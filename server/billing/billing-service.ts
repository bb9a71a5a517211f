import type Stripe from 'stripe';
import { createBillingClient } from './billing-client';
import type { BillingConfig } from './billing-config';
import type { BillingStore } from './billing-store';
import { startCheckout, type StartCheckoutInput, type StartedCheckout } from './checkout';
import { listInvoices, type InvoiceSummary } from './invoices';
import { openPortal, type OpenPortalInput } from './portal';
import { handleProviderWebhook, verifyProviderWebhook, type HandledWebhook } from './provider-webhooks';

/** The billing use cases our API calls, bound to one provider client, signing secret and store. */
export interface BillingService {
  readonly stripe: Stripe;
  startCheckout(input: StartCheckoutInput): Promise<StartedCheckout>;
  openPortal(input: OpenPortalInput): Promise<{ url: string }>;
  listInvoices(customerId: string, options?: { limit?: number }): Promise<InvoiceSummary[]>;
  verifyProviderWebhook(rawBody: string | Buffer, signatureHeader: string | string[] | undefined): Stripe.Event;
  handleProviderWebhook(rawBody: string | Buffer, signatureHeader: string | string[] | undefined): Promise<HandledWebhook>;
}

export function createBillingService(config: BillingConfig, store: BillingStore): BillingService {
  const stripe = createBillingClient(config);
  return {
    stripe,
    startCheckout: (input) => startCheckout(stripe, input),
    openPortal: (input) => openPortal(stripe, input),
    listInvoices: (customerId, options) => listInvoices(stripe, customerId, options),
    verifyProviderWebhook: (rawBody, signatureHeader) => verifyProviderWebhook(stripe, config.webhookSecret, rawBody, signatureHeader),
    handleProviderWebhook: (rawBody, signatureHeader) => handleProviderWebhook(stripe, config.webhookSecret, store, rawBody, signatureHeader),
  };
}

* **PROBLEM**: Send back every line of the listing above exactly.

* **OUTPUT OF THE TASK**:
filename server/billing/billing-service.ts
repository bb9a71a5a517211f
import type Stripe from 'stripe';
import { createBillingClient } from './billing-client';
import type { BillingConfig } from './billing-config';
import type { BillingStore } from './billing-store';
import { startCheckout, type StartCheckoutInput, type StartedCheckout } from './checkout';
import { listInvoices, type InvoiceSummary } from './invoices';
import { openPortal, type OpenPortalInput } from './portal';
import { handleProviderWebhook, verifyProviderWebhook, type HandledWebhook } from './provider-webhooks';

/** The billing use cases our API calls, bound to one provider client, signing secret and store. */
export interface BillingService {
  readonly stripe: Stripe;
  startCheckout(input: StartCheckoutInput): Promise<StartedCheckout>;
  openPortal(input: OpenPortalInput): Promise<{ url: string }>;
  listInvoices(customerId: string, options?: { limit?: number }): Promise<InvoiceSummary[]>;
  verifyProviderWebhook(rawBody: string | Buffer, signatureHeader: string | string[] | undefined): Stripe.Event;
  handleProviderWebhook(rawBody: string | Buffer, signatureHeader: string | string[] | undefined): Promise<HandledWebhook>;
}

export function createBillingService(config: BillingConfig, store: BillingStore): BillingService {
  const stripe = createBillingClient(config);
  return {
    stripe,
    startCheckout: (input) => startCheckout(stripe, input),
    openPortal: (input) => openPortal(stripe, input),
    listInvoices: (customerId, options) => listInvoices(stripe, customerId, options),
    verifyProviderWebhook: (rawBody, signatureHeader) => verifyProviderWebhook(stripe, config.webhookSecret, rawBody, signatureHeader),
    handleProviderWebhook: (rawBody, signatureHeader) => handleProviderWebhook(stripe, config.webhookSecret, store, rawBody, signatureHeader),
  };
}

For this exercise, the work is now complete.